Recently, I ran into an issue with deploying my Serverless application. After a lot of debugging, trial and error, and sweat, I was finally able to come up with a solution to the UPDATE_ROLLBACK_FAILED error.

This is going to be a short one today, but something I searched for and was unable to find. While deploying my lambda stack, I accidently tried deploying an artifact ~70MB. For those that are unaware, Lmabda has a maximum artifact size allowed, which they list at around 50MB. In practice, I find this limit to be a bit more than 50MB, but it's usually around there.

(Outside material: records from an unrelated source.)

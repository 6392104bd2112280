"""Symbols of formulas: written plainly (``w_eq``, ``f'_c``, ``gamma_G,sup``), set for paper, said aloud.

A symbol is a letter, a Greek name or a short word; then perhaps ``bar`` or ``hat``, primes, and after an
underscore its index of letters and digits, with commas between parts. Two or three of them with spaces
between, ``Delta w`` or ``phi M_n``, stand for one quantity. Nothing else is let through, so that a symbol
can never carry anything into a formula.
"""

from __future__ import annotations

import re
from functools import lru_cache
from typing import NamedTuple

from calcpack.job.errors import CalcpackError

_GREEK = {
    "alpha": "α", "beta": "β", "gamma": "γ", "delta": "δ", "epsilon": "ε", "zeta": "ζ", "eta": "η",
    "theta": "θ", "kappa": "κ", "lambda": "λ", "mu": "μ", "nu": "ν", "xi": "ξ", "pi": "π", "rho": "ρ",
    "sigma": "σ", "tau": "τ", "phi": "φ", "chi": "χ", "psi": "ψ", "omega": "ω",
    "Gamma": "Γ", "Delta": "Δ", "Theta": "Θ", "Lambda": "Λ", "Xi": "Ξ", "Pi": "Π", "Sigma": "Σ",
    "Phi": "Φ", "Psi": "Ψ", "Omega": "Ω",
}  # fmt: skip
_NAMES = {letter: name for name, letter in _GREEK.items()} | {
    "µ": "mu",
    "ϕ": "phi",
    "ɛ": "epsilon",
    "ℓ": "ell",
}
_COMMANDS = {name: "\\" + name for name in _GREEK} | {"epsilon": r"\varepsilon", "ell": r"\ell"}
_ACCENTS = ("bar", "hat")
_LONGEST = 40
_ONE = re.compile(
    r"(?P<base>[A-Za-z]{1,12})(?P<primes>'{0,2})"
    r"(?:_(?P<index>[A-Za-z0-9]{1,12}(?:,[A-Za-z0-9]{1,12}){0,3}))?"
)


class Symbol(NamedTuple):
    """A symbol taken apart."""

    name: str  # in plain letters, Greek by name
    latex: str
    spoken: str
    base: str  # the name without its index
    indices: tuple[str, ...]
    simple: bool  # an exponent can stand on it as it is


def _part(text: str, whole: str) -> Symbol:
    match = _ONE.fullmatch(text)
    if not match:
        raise CalcpackError(
            f"'{whole[:_LONGEST]}' is not a symbol",
            remedy="write it like w_eq, f'_c or gamma_G,sup",
        )
    base, primes = match["base"], match["primes"]
    stem, accent = base, ""
    for each in _ACCENTS:
        bare = base.removesuffix(each)
        if bare != base and (len(bare) == 1 or bare in _COMMANDS):
            stem, accent = bare, each
    latex = _COMMANDS.get(stem) or (stem if len(stem) == 1 else rf"\text{{{stem}}}")
    if accent:
        latex = rf"\{accent}{{{latex}}}"
    words = [stem, accent, *(["prime"] * len(primes))]
    latex += primes
    index = tuple(match["index"].split(",")) if match["index"] else ()
    if index:
        latex += rf"_{{\text{{{','.join(_GREEK.get(each, each) for each in index)}}}}}"
        words += index
    return Symbol(text, latex, " ".join(word for word in words if word), base + primes, index, not primes)


@lru_cache(maxsize=2048)
def read_symbol(text: str) -> Symbol:
    r"""A symbol as its author writes it, in plain letters or with Greek ones.

    Raises
    ------
    CalcpackError
        It holds anything but what a symbol is made of.

    Examples
    --------
    >>> print(read_symbol("w_eq").latex, read_symbol("f'_c").latex, read_symbol("γ_G,sup").latex)
    w_{\text{eq}} f'_{\text{c}} \gamma_{\text{G,sup}}
    >>> print(read_symbol("lambdabar_LT").latex, "|", read_symbol("phi M_n").spoken)
    \bar{\lambda}_{\text{LT}} | phi M n
    >>> read_symbol(r"w}\input{x}")
    Traceback (most recent call last):
    calcpack.job.errors.CalcpackError: 'w}\input{x}' is not a symbol; write it like w_eq, f'_c or gamma_G,sup
    """
    plain = "".join(_NAMES.get(letter, letter) for letter in text.replace("\u2032", "'"))
    pieces = plain.split(" ")
    if len(text) > _LONGEST or len(pieces) > 3:
        raise CalcpackError(f"'{text[:_LONGEST]}' is too long for a symbol", remedy="shorten it")
    parts = [_part(piece, text) for piece in pieces]
    if len(parts) == 1:
        return parts[0]
    return Symbol(
        plain,
        r"\,".join(part.latex for part in parts),
        " ".join(part.spoken for part in parts),
        " ".join(part.base for part in parts),
        parts[-1].indices,
        False,
    )


def indexed(symbol: str, index: str | int) -> str:
    """The symbol with one more part in its index.

    Examples
    --------
    >>> indexed("q", 1), indexed("w_eq", "live")
    ('q_1', 'w_eq,live')
    """
    name = f"{symbol},{index}" if read_symbol(symbol).indices else f"{symbol}_{index}"
    return read_symbol(name).name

Anyways, this failed, and sent the stack into rollback when it returned a "CodeStorageExceededException". That's usually fine, everything rolled back and I was able to try to reduce that artifact size and try again. And try again I did, with a bundle around 65MB.

UPDATEROLLBACKFAILED

Thinking I had outsmarted AWS and found the perfect artifact size, I attempted another deployment, and sent my stack into an endless loop. More attempts to redeploy the stack with a smaller bundle size immediately failed, returning an error along the lines of "Stack:arn... is in UPDATEROLLBACKFAILED state and can not be updated". Panic.

Or don't, this issue, while really annoying, is pretty simple to fix. The first help I found was on Github, at this issue. This linked to an AWS article which announed a new fix.

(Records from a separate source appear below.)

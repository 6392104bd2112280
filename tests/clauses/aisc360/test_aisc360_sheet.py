"""Whole sheets of steel beams: every check in the record, both methods, both unit systems; choice."""

from __future__ import annotations

from pathlib import Path

import pytest

from calcpack.framing import frame
from calcpack.job import read_job
from calcpack.job.errors import CalcpackError
from calcpack.job.library import families, rolled_sections
from calcpack.notebook import load_sheet, sections
from calcpack.notebook.lightest import Worst, choose_sections, lightest
from calcpack.notebook.parameters import beam_input, to_text
from calcpack.notebook.sections import steel_aisc360
from calcpack.notebook.sections.closing import record_results
from calcpack.notebook.templates import find_template
from calcpack.sheet import check_record

JOB = """
format = 1
[job]
number = "1"
title = "Seed shed"
date = 2026-12-01
units = "{units}"
[basis]
actions = "{actions}"
[grid]
x = {{ A = "0 m", B = "7 m", C = "13 m" }}
y = {{ 1 = "0 m", 2 = "5 m" }}
[materials.s]
grade = "A992"
[sections.main]
shape = "rolled"
designation = "{main}"
[sections.small]
shape = "rolled"
designation = "{small}"
[[beam]]
mark = "G1"
line = ["A1", "B1", "C1", ["14.5 m", "0 m"]]
free = ["end"]
section = "main"
material = "s"
template = "steel_beam_aisc360"
[beam.design]
{design}
[[beam.load]]
case = "dead"
line = "9 kN/m"
[[beam.load]]
case = "live"
line = "14 kN/m"
[[beam.load]]
case = "snow"
point = "8 kN"
at = "14.5 m"
[[beam]]
mark = "F1"
line = [["3.5 m", "0 m"], ["3.5 m", "5 m"]]
section = "small"
material = "s"
template = "{template}"
[[beam.load]]
case = "live"
line = "6 kN/m"
[[column]]
mark = "K1"
at = "A1"
[[column]]
mark = "K2"
at = "B1"
[[column]]
mark = "K3"
at = "C1"
[[column]]
mark = "K4"
at = ["3.5 m", "5 m"]
"""
GIVEN = {
    "units": "SI",
    "actions": "ASCE 7-22 strength",
    "main": "W18X50",
    "small": "W12X26",
    "design": "",
    "template": "steel_beam_aisc360",
}


def job(folder: Path, **changes):
    path = folder / "job.toml"
    path.write_text(JOB.format(**GIVEN | changes), encoding="utf-8")
    return read_job(path)


def begun(framed, mark="G1"):
    beam = framed.beams[mark].beam
    template = find_template(beam.template, Path(framed.job.folder))
    return load_sheet(to_text(beam_input(framed, mark, template.settle(beam.design, mark), template.stamp)))


def written(folder: Path, mark="G1", **changes):
    """The sheet of a beam with everything on it, and the results of its record."""
    work = begun(frame(job(folder, **changes)), mark)
    beam = steel_aisc360.design_beam(work)
    sections.state_place(work)
    steel_aisc360.state_shown(work, beam)
    for state in (
        sections.state_given,
        sections.state_loads,
        sections.state_combinations,
        sections.state_effects,
    ):
        state(work)
    for state in (
        steel_aisc360.state_section,
        steel_aisc360.state_bending,
        steel_aisc360.state_shear,
        steel_aisc360.state_deflection,
    ):
        state(work, beam)
    sections.state_checks(work)
    sections.state_summary(work)
    sections.state_notation(work)
    return work, beam, record_results(work)


def names(results):
    return [check["name"] for check in results["checks"]]


DESIGNS = {
    "": "bending, span 1|bending, span 2|bending, overhang 3",
    'braced = "at beams"': "bending, span 1, sagging|bending, span 1, hogging|bending, span 2"
    "|bending, overhang 3",
    'braced = "continuous"': "bending, span 1, sagging|bending, span 1, hogging|bending, span 2, sagging"
    "|bending, span 2, hogging|bending, overhang 3",
    'unbraced_length = "2 m"': "bending, span 1, sagging|bending, span 1, hogging|bending, span 2, sagging"
    "|bending, span 2, hogging|bending, overhang 3",
}


@pytest.mark.parametrize("design", DESIGNS)
def test_every_check_is_in_the_record(tmp_path, design):
    """Of bending the segment that is used most is written out; the schedule has every span and sense."""
    work, beam, results = written(tmp_path, design=design)
    schedule = next(block for block in work.sheet.blocks if block["type"] == "ratios")
    spoken = {str(row["says"]): row["ratio"] for row in schedule["rows"] if "bending" in str(row["says"])}
    assert sorted(spoken) == sorted(DESIGNS[design].split("|"))
    (bending,) = [name for name in names(results) if name.startswith("bending")]
    assert spoken[bending] == max(spoken.values())
    others = [name.split(",")[0] for name in names(results) if not name.startswith("bending")]
    assert others == ["shear", "web yielding", "web crippling", "deflection", "deflection"]
    figures = dict(zip(names(results), _ratios(beam), strict=True))
    assert figures[bending] == pytest.approx(spoken[bending])
    for check in results["checks"]:
        assert check["ratio"] == pytest.approx(figures[check["name"]], rel=1e-9)
        assert check["passes"] == (check["ratio"] <= 1 + 1e-9)
    assert results["governing"]["ratio"] == pytest.approx(max(figures.values()))
    others = [row["ratio"] for row in schedule["rows"] if str(row["says"]) not in spoken]
    assert sorted(others) == pytest.approx(sorted(figures[name] for name in figures if name != bending))
    table = next(
        block
        for block in work.sheet.blocks
        if block["type"] == "table" and str(block["caption"]).startswith("Stretches between braced points")
    )
    assert len(table["rows"]) == len(beam.design.bending)
    assert table["strong_rows"] == [beam.design.bending.index(beam.governing)]


def _ratios(beam):
    design = beam.design
    return [
        max(each.ratio for each in beam.bending),
        design.shear_demand.value / design.shear_available,
        *(each.ratio for each in beam.web),
        *(each.ratio for each in beam.deflection),
    ]


def test_si_and_us_agree(tmp_path):
    ratios = [
        [
            check["ratio"]
            for check in written(tmp_path, units=units, design='bearing_length = "100 mm"')[2]["checks"]
        ]
        for units in ("SI", "US")
    ]
    assert ratios[0] == pytest.approx(ratios[1], rel=1e-9)


@pytest.mark.parametrize(
    ("actions", "method"), [("ASCE 7-22 strength", "LRFD"), ("ASCE 7-22 allowable", "ASD")]
)
def test_the_combinations_decide_the_method(tmp_path, actions, method):
    work, beam, _ = written(tmp_path, actions=actions)
    assert beam.design.options.method == method
    symbols = {line.symbol for line in work.sheet.lines.values()}
    assert ("phi_b" in symbols) == (method == "LRFD")
    assert ("Omega_b" in symbols) == (method == "ASD")


@pytest.mark.parametrize(
    ("changes", "said"),
    [
        ({"actions": "EN 1990"}, "do not say whether to design by LRFD or by ASD"),
        ({"design": 'unbraced_length = "10 mm"'}, "braced points stand too close"),
        ({"design": 'unbraced_length = "2 m"\nbraced = "at beams"'}, "the beam is braced at beams"),
        ({"design": 'bearing_length = "0 mm"'}, "a bearing has a length"),
        ({"design": "Cb = 0.5"}, "below the least value"),
        ({"design": 'Cb = "best"'}, "a plain number is expected"),
    ],
)
def test_what_a_job_cannot_ask(tmp_path, changes, said):
    with pytest.raises(CalcpackError, match=said):
        written(tmp_path, **changes)


def test_the_job_sets_method_and_diagram_factor(tmp_path):
    work, beam, _ = written(
        tmp_path, actions="EN 1990", design='method = "ASD"\nCb = 1.1\nforces = "in the web"'
    )
    assert (beam.design.options.method, beam.design.web) == ("ASD", ())
    assert {each.diagram_factor for each in beam.bending} <= {1.0, 1.1}
    assert any("J10 does not apply" in str(block) for block in work.sheet.blocks)


def test_a_failing_beam_is_finished(tmp_path):
    work, beam, results = written(tmp_path, main="W8X10")
    assert not beam.design.passes
    assert not all(check["passes"] for check in results["checks"])
    assert any(block.get("role") == "unsafe" for block in work.sheet.blocks)


def test_a_noncompact_flange_is_written(tmp_path):
    work, _, _ = written(tmp_path, main="W12X65", small="W8X31")
    assert "M_n,f" in {line.symbol for line in work.sheet.lines.values()}


def test_roof_loads_bring_a_caution(tmp_path):
    work, _, _ = written(tmp_path)
    assert any("ponding" in str(block.get("runs")) for block in work.sheet.blocks)
    work, _, _ = written(tmp_path, mark="F1")
    assert not any("ponding" in str(block.get("runs")) for block in work.sheet.blocks)


def test_the_record_holds(tmp_path):
    work, _, results = written(tmp_path)
    record = work.sheet.record(
        job=work.given.header.model_dump(mode="json"),
        template={"name": "x", "version": "1", "sha256": "0" * 64},
        results=results,
    )
    check_record(record)
    cited = [line for line in work.sheet.lines.values() if "AISC" in line.cite]
    assert len(cited) > 18


# The lightest shape of a family


def test_families_are_in_order_of_weight():
    assert list(families()) == ["HEA", "HEB", "IPE", "W"]
    weights = [float(section.designation.rpartition("X")[2]) for section in families()["W"]]
    assert weights == sorted(weights)
    assert sum(map(len, families().values())) == len(rolled_sections())


def test_an_unknown_family_is_refused(tmp_path):
    with pytest.raises(CalcpackError, match="there is no family 'IPN'; did you mean 'IPE'"):
        job(tmp_path, small="lightest in IPN")


def test_lightest_takes_the_first_that_passes(tmp_path):
    framed = frame(job(tmp_path, small="lightest in IPE"))
    seen = []

    def judge(tried, mark):
        beam = tried.beams[mark]
        weight = next(load.first for load in beam.loads["dead"] if load.source == "self weight")
        assert weight == pytest.approx(beam.beam.section.area * beam.beam.material.unit_weight)
        seen.append(beam.beam.section.designation)
        return Worst("made up", 6.0 - len(seen))

    chosen = lightest(framed, "F1", families()["IPE"], judge)
    assert seen == ["IPE 80", "IPE 100", "IPE 120", "IPE 140", "IPE 160"]
    assert (chosen.designation, chosen.key, chosen.family, chosen.open) == ("IPE 160", "small", "IPE", False)
    assert [(each.designation, each.ratio) for each in chosen.tried] == [
        ("IPE 80", 5.0),
        ("IPE 100", 4.0),
        ("IPE 120", 3.0),
        ("IPE 140", 2.0),
    ]


def test_none_passes(tmp_path):
    framed = frame(job(tmp_path, small="lightest in IPE"))
    ratios = iter([9.0, 4.0, 2.0, 1.5, *[3.0] * 40])
    chosen = lightest(framed, "F1", families()["IPE"], lambda *_: Worst("made up", next(ratios)))
    assert (chosen.designation, chosen.fits) == ("IPE 140", False)
    assert len(chosen.tried) == len(families()["IPE"]) - 1


def test_a_section_looked_at_whole_comes_nearer_than_one_that_was_not(tmp_path):
    framed = frame(job(tmp_path, small="lightest in IPE"))
    found = iter([Worst("plastic moment", 1.05, whole=False), Worst("deflection", 1.6), Worst("shear", 1.4)])
    chosen = lightest(framed, "F1", families()["IPE"][:3], lambda *_: next(found))
    assert (chosen.designation, chosen.fits) == ("IPE 120", False)


def test_chosen_by_the_template(tmp_path):
    """The shape chosen passes, each lighter one of the family fails, and its weight is carried down."""
    open_ = frame(job(tmp_path, small="lightest in W"))
    assert open_.beams["F1"].beam.section.open
    settled = choose_sections(open_)
    chosen = settled.beams["F1"].beam.section
    assert not chosen.open
    place = [section.designation for section in families()["W"]].index(chosen.designation)
    assert [each.designation for each in chosen.tried] == [
        section.designation for section in families()["W"][:place]
    ]
    for each in (*chosen.tried, chosen):
        work = begun(frame(job(tmp_path, small=each.designation)), "F1")
        design = steel_aisc360.design_beam(work).design
        assert design.passes == (each is chosen)
        if each is not chosen and each.fails != "plastic moment":
            assert max(design.ratios) == pytest.approx(each.ratio, rel=1e-9)
    named = frame(job(tmp_path, small=chosen.designation))
    assert settled.supports == named.supports
    work = begun(settled, "F1")
    beam = steel_aisc360.design_beam(work)
    sections.state_given(work)
    steel_aisc360.state_section(work, beam)
    said = str(work.sheet.blocks)
    assert f"{chosen.designation} is the lightest W section" in said
    assert f"The {len(chosen.tried)} lighter ones were tried and fail" in said
    assert f"Next lighter: {chosen.tried[-1].designation}, {chosen.tried[-1].fails}" in said


def test_nothing_to_choose_changes_nothing(tmp_path):
    framed = frame(job(tmp_path))
    assert choose_sections(framed) is framed


def test_a_template_that_cannot_judge(tmp_path):
    framed = frame(job(tmp_path, small="lightest in W", template="beam_loads"))
    with pytest.raises(CalcpackError, match="'beam_loads' does not judge it") as caught:
        choose_sections(framed)
    (problem,) = caught.value.problems
    assert (problem.mark, problem.key, problem.file) == ("beam F1", "section", "job.toml")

Prior to this fix, there were to options:

  1. Delete the stack
  2. Contact support

Now there's a 3rd option, found at "Actions > Continue Update Rollback" in the Cloudformation console. Another option which really helped fix this for me was hidden under a dropdown inside the popup that "Continue Update Rollback" shows. I think it was called "Additional Troubleshooting", but it lets you specify resources to ignore during the stack update. This let me just toggle off all my lambdas to push the stack through.

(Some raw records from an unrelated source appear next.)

"""Bending with the rectangular stress block."""

from __future__ import annotations

from collections.abc import Callable
from dataclasses import dataclass

from calcpack.clauses.en1992.model import Outline, Strengths
from calcpack.clauses.en1992.national import National


@dataclass(frozen=True)
class Bending:
    """Resistance of a section.

    Parameters
    ----------
    x : float [m]
        Depth of the neutral axis.
    z : float [m]
        Lever arm of the tension bars.
    moment : float [kNm]
        M_Rd.
    strain, stress : float, float [kPa]
        Of the tension bars.
    strain_2, stress_2 : float, float [kPa]
        Of the compression bars, compression positive; 0 where none are counted.
    """

    x: float
    z: float
    moment: float
    strain: float
    stress: float
    strain_2: float
    stress_2: float


def block_force(outline: Outline, strength: Strengths, x: float) -> tuple[float, float]:
    """Force of the block [kN] and its moment about the face in compression [kNm], neutral axis at x [m].

    Parameters
    ----------
    outline : Outline
    strength : Strengths
    x : float [m]

    Source: EN 1992-1-1:2004, 3.1.7(3).

    Examples
    --------
    >>> from calcpack.clauses.en1992.samples import C30
    >>> force, moment = block_force(Outline(0.3, 0.5, 0.3, 0.0), C30, 0.1)  # 0.3 x 0.08 x 20 MPa
    >>> round(force, 9), round(moment, 9)
    (480.0, 19.2)
    """
    depth = min(strength.lam * x, outline.depth)
    stress = strength.eta * strength.fcd
    flange = outline.block_flange
    if not flange:
        return stress * outline.block_width * depth, stress * outline.block_width * depth**2 / 2
    out = (outline.width - outline.web) * min(depth, flange)
    force = stress * (outline.web * depth + out)
    moment = stress * (outline.web * depth**2 / 2 + out * min(depth, flange) / 2)
    return force, moment


def bending(
    outline: Outline,
    strength: Strengths,
    area: float,
    depth: float,
    area_2: float = 0.0,
    depth_2: float = 0.0,
) -> Bending:
    """Moment resistance of a section with bars in tension and, perhaps, in compression.

    Parameters
    ----------
    outline : Outline
    strength : Strengths
    area, depth : float [m2], [m]
        Of the tension bars, from the face in compression.
    area_2, depth_2 : float [m2], [m]
        Of the compression bars that are counted.

    Returns
    -------
    Bending

    Source: EN 1992-1-1:2004, 6.1 with 3.1.7(3) and 3.2.7(2)b (horizontal branch).

    Examples
    --------
    >>> from calcpack.clauses.en1992.samples import C30
    >>> found = bending(Outline(0.3, 0.5, 0.3, 0.0), C30, 1.0e-3, 0.45)
    >>> round(found.x * 1e3, 2), round(found.moment, 2)  # [mm], [kNm]
    (90.58, 179.9)
    """

    def steel(x: float) -> tuple[float, float, float, float]:
        strain = strength.eps_cu * (depth - x) / x
        strain_2 = strength.eps_cu * (x - depth_2) / x if area_2 else 0.0
        stress = max(min(strain * strength.es, strength.fyd), -strength.fyd)
        stress_2 = max(min(strain_2 * strength.es, strength.fyd), -strength.fyd)
        return strain, stress, strain_2, stress_2

    def surplus(x: float) -> float:
        _, stress, _, stress_2 = steel(x)
        return block_force(outline, strength, x)[0] + area_2 * stress_2 - area * stress

    x = _root(surplus, 0.0, outline.depth / strength.lam)
    strain, stress, strain_2, stress_2 = steel(x)
    _, about_face = block_force(outline, strength, x)
    moment = area * stress * depth - about_face - area_2 * stress_2 * depth_2
    return Bending(x, moment / (area * stress), moment, strain, stress, strain_2, stress_2)


def _root(rising: Callable[[float], float], low: float, high: float) -> float:
    """Where a rising function is zero, halved until no number lies between the ends."""
    while low < (middle := (low + high) / 2) < high:
        low, high = (middle, high) if rising(middle) < 0 else (low, middle)
    return middle


def depth_limit(strength: Strengths, national: National) -> float:
    """Largest x/d of a section whose moments come from linear analysis without redistribution.

    Parameters
    ----------
    strength : Strengths
        fck [kPa], ε_cu2 plain.
    national : National

    Returns
    -------
    float
        (δ - k1)/k2 with δ = 1; above fck = 50 MPa (δ - k3)/k4.

    Source: EN 1992-1-1:2004, 5.5(4), (5.10a) and (5.10b).

    Examples
    --------
    >>> from calcpack.clauses.en1992.national import national
    >>> from calcpack.clauses.en1992.samples import C30
    >>> round(depth_limit(C30, national()), 3)
    0.448
    """
    first, second = ("delta_k1", "delta_k2") if strength.fck <= 50e3 else ("delta_k3", "delta_k4")
    return (1 - national[first]) / (national[second] * (0.6 + 0.0014 / strength.eps_cu2))


def steel_for(
    moment: float, outline: Outline, strength: Strengths, depth: float, limit: float, depth_2: float
) -> tuple[float, float]:
    """Bars that a moment asks for: in tension and, once x/d is at its limit, in compression.

    Parameters
    ----------
    moment : float [kNm]
    depth, depth_2 : float [m]
    limit : float
        Of x/d.

    Returns
    -------
    area, area_2 : float [m2]

    Source: EN 1992-1-1:2004, 6.1 with 3.1.7(3).

    Examples
    --------
    >>> from calcpack.clauses.en1992.samples import C30
    >>> area, area_2 = steel_for(179.9, Outline(0.3, 0.5, 0.3, 0.0), C30, 0.45, 0.448, 0.05)
    >>> round(area * 1e6), area_2
    (1000, 0.0)
    """
    if moment <= 0:
        return 0.0, 0.0

    def resisted(x: float) -> float:
        force, about_face = block_force(outline, strength, x)
        return force * depth - about_face

    low, high = 0.0, limit * depth
    most = resisted(high)
    if moment > most:
        force, _ = block_force(outline, strength, high)
        strain_2 = strength.eps_cu * (high - depth_2) / high
        stress_2 = min(max(strain_2 * strength.es, 1e-6), strength.fyd)
        push = (moment - most) / (depth - depth_2)
        return (force + push) / strength.fyd, push / stress_2
    x = _root(lambda x: resisted(x) - moment, low, high)
    return block_force(outline, strength, x)[0] / strength.fyd, 0.0


def least_steel(outline: Outline, strength: Strengths, depth: float, national: National) -> float:
    """Least tension bars [m2].

    Parameters
    ----------
    depth : float [m]

    Source: EN 1992-1-1:2004, 9.2.1.1(1), (9.1N).

    Examples
    --------
    >>> from calcpack.clauses.en1992.national import national
    >>> from calcpack.clauses.en1992.samples import C30
    >>> round(least_steel(Outline(0.3, 0.5, 0.3, 0.0), C30, 0.45, national()) * 1e6, 1)  # [mm2]
    203.6
    """
    ratio = max(national["as_min"] * strength.fctm / strength.fyk, national["as_min_least"])
    return ratio * outline.tension_width * depth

If your stack is like mine though, this still will not work. I was receiving more errors for Lambdas that would not show up under additional troubleshooting. To fix this, I had to turn to the AWS CLI:

aws cloudformation continue-update-rollback --stack-name my-stack --resources-to-skip failed-resource1 failed-resource2

After running this command on the remainder of my failing resources, the rollback completed. The truth is, you could run this command at any time to rollback.

Disclaimer: This will leave your stack in an undefined state. Make sure you redeploy a fresh stack as soon as you're able to to prevent this.